** Opening DATA EXTRACT block **

impl Truth {
    fn start() -> Truth {
        let dir = root().join("dataset-demo/election");
        let sports = read_json(&dir.join("sports.json"));
        let names: BTreeMap<String, String> = sports[0]["disciplines"]
            .as_array()
            .unwrap()
            .iter()
            .map(|d| {
                (
                    d["id"].as_str().unwrap().to_string(),
                    d["name"].as_str().unwrap().to_string(),
                )
            })
            .collect();
        let wards = read_json(&dir.join("contests.json"))
            .as_array()
            .unwrap()
            .iter()
            .map(|c| {
                let id = c["id"].as_str().unwrap().to_string();
                let ward = Ward {
                    name: names[c["discipline"].as_str().unwrap()].clone(),
                    status: c["status"].as_str().unwrap().to_string(),
                    counted: c["counted"].as_f64(),
                    entries: Vec::new(),
                };
                (id, ward)
            })
            .collect();
        let people = read_json(&dir.join("competitors.json"))
            .as_array()
            .unwrap()
            .iter()
            .map(|p| {
                (
                    p["id"].as_str().unwrap().to_string(),
                    (
                        format!(
                            "{} {}",
                            p["given"].as_str().unwrap(),
                            p["family"].as_str().unwrap()
                        ),
                        p["group"].as_str().unwrap().to_string(),
                    ),
                )
            })
            .collect();
        let parties = read_json(&dir.join("groups.json"))
            .as_array()
            .unwrap()
            .iter()
            .map(|g| {
                (
                    g["id"].as_str().unwrap().to_string(),
                    g["name"].as_str().unwrap().to_string(),
                )
            })
            .collect();
        Truth {
            wards,
            people,
            parties,
        }
    }

    /// Applies one batch file the way the night's feed means it.
    fn apply(&mut self, batch: &Value) {
        for ch in batch["changes"].as_array().unwrap() {
            assert_eq!(ch["change"], "results", "the replay only carries results");
            let w = self.wards.get_mut(ch["contest"].as_str().unwrap()).unwrap();
            if let Some(s) = ch["status"].as_str() {
                w.status = s.to_string();
            }
            if let Some(c) = ch["counted"].as_f64() {
                w.counted = Some(c);
            }
            if let Some(es) = ch["entries"].as_array() {
                w.entries = es
                    .iter()
                    .map(|e| {
                        let votes: u64 = e["mark"]
                            .as_str()
                            .unwrap()
                            .replace(',', "")
                            .parse()
                            .unwrap();
                        (
                            e["competitor"].as_str().unwrap().to_string(),
                            e["place"].as_u64().unwrap() as u32,
                            votes,
                        )
                    })
                    .collect();
                w.entries.sort_by_key(|e| e.1);
            }
        }
    }

    fn ward(&self, id: &str) -> &Ward {
        &self.wards[id]
    }

    fn person(&self, id: &str) -> (&str, &str) {
        let (name, party) = &self.people[id];
        (name, &self.parties[party])
    }

    /// Seats won by each party (name → count) among called races.
    fn seats(&self) -> BTreeMap<String, u64> {
        let mut out = BTreeMap::new();
        for w in self.wards.values().filter(|w| w.status == "final") {
            let (_, party) = self.person(&w.entries[0].0);
            *out.entry(party.to_string()).or_default() += 1;
        }
        out
    }
}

** Closing DATA EXTRACT block **

◆ REQUIREMENT ◆
Copy all lines above where "sports" is present.

◆ EXERCISE RESULT ◆
        let sports = read_json(&dir.join("sports.json"));
        let names: BTreeMap<String, String> = sports[0]["disciplines"]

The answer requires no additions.